Bill Brookes was one of the profession’s greatest ambassadors, both in the UK and abroad. I worked with him in many areas, though most notably on the Guild of Healthcare Pharmacists (GHP) Council, where he fulfilled many posts — including that of president.
At the time, without computers, Bill relied on paper documents and journals for references. You could guarantee that in any meeting, whatever the subject, Bill was prepared and would manage to pull out the right quote or reference. His wife Betty, who passed away only a month before him, said that one of their children had asked if, when Bill retired, they would get to see what their dining table looked like under the pile of paper that was always on it.
Bill had an attention to detail and a memory of documents and references that would make any librarian or archivist jealous. His booklets, History of the Guild 1983–1997 and A Mark of Excellence — A History of the Evans Medal are exemplary in their thoroughness and are required reading for all hospital pharmacists who aspire to lead.
He was involved in the profession in many areas, and attended and organised many conferences and professional meetings, including local and national Royal Pharmaceutial Society (RPS) and GHP events and meetings. As such, Bill influenced the broader professional agenda, steering things on the right path with thoroughness, calmness and diplomacy. His commitment at these events extended late into the night, where he would socialise into the small hours, networking and influencing or picking up information he could later put to good use.
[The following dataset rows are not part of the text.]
// Segment bands shared by the quantizers that have no chords of their own.
// 6 dB bands counted down from the overload point line up with the G.711 chords,
// so segment ledgers of different channels can be read side by side.

/** S+1 ascending magnitudes: 0, V*2^-(S-1), ..., V/2, V. */
export function sixDbBandEdges(overloadPoint: number, count: number): Float64Array {
  const edges = new Float64Array(count + 1);
  for (let s = 1; s <= count; s++) edges[s] = overloadPoint * Math.pow(2, s - count);
  return edges;
}

/** Band of a magnitude (edges from sixDbBandEdges or any ascending edges starting at 0). */
export function bandOf(magnitude: number, edges: Float64Array): number {
  let s = edges.length - 2;
  while (s > 0 && magnitude < edges[s]) s--;
  return s;
}

/** Segment edges in dBov (edges[0] = 0 becomes -Infinity; plots start at the next edge). */
export function edgesToDbov(edges: Float64Array, overloadPoint: number): Float64Array {
  const out = new Float64Array(edges.length);
  for (let i = 0; i < edges.length; i++) out[i] = 20 * Math.log10(edges[i] / overloadPoint);
  return out;
}

export function checkSegmentCount(count: number): void {
  if (!Number.isInteger(count) || count < 1 || count > 64) {
    throw new RangeError(`segment count must be a whole number from 1 to 64 (got ${count})`);
  }
}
Whatever he did, it was always to support the advancement of the profession and be good sociable company. Bill was proud to have set up the resident pharmacist service in Nottingham City Hospital — the second in the UK. These services were the foundation stones on which clinical pharmacy was subsequently built.
Bill was highly regarded, both nationally and internationally, through the European Association of Hospital Pharmacists, which he also served for many years. He was a mentor to many and received several prestigious awards, including Fellowship of the RPS, RPS Charter Silver Medal and GHP Gold Medal (for services to the practice and/or politics of the profession). He was also awarded with honorary vice presidency of the GHP. The only surprise is that Bill didn’t receive more awards because he gave so much — he surely deserved more.
Bill was of great support when I was looking to demonstrate the need for the Manufacturing, Science and Finance trade union to fund professional officer support for the GHP. Although he was retired at the time, Bill did this role on an expenses-only basis, simply to help me demonstrate the need and value, and ultimately this proved successful.
Without Bill, few of us — myself included — could have achieved what we did. Consequently, all in pharmacy owe much to Bill, a giant in our profession, which he served with distinction, passion and as a good friend.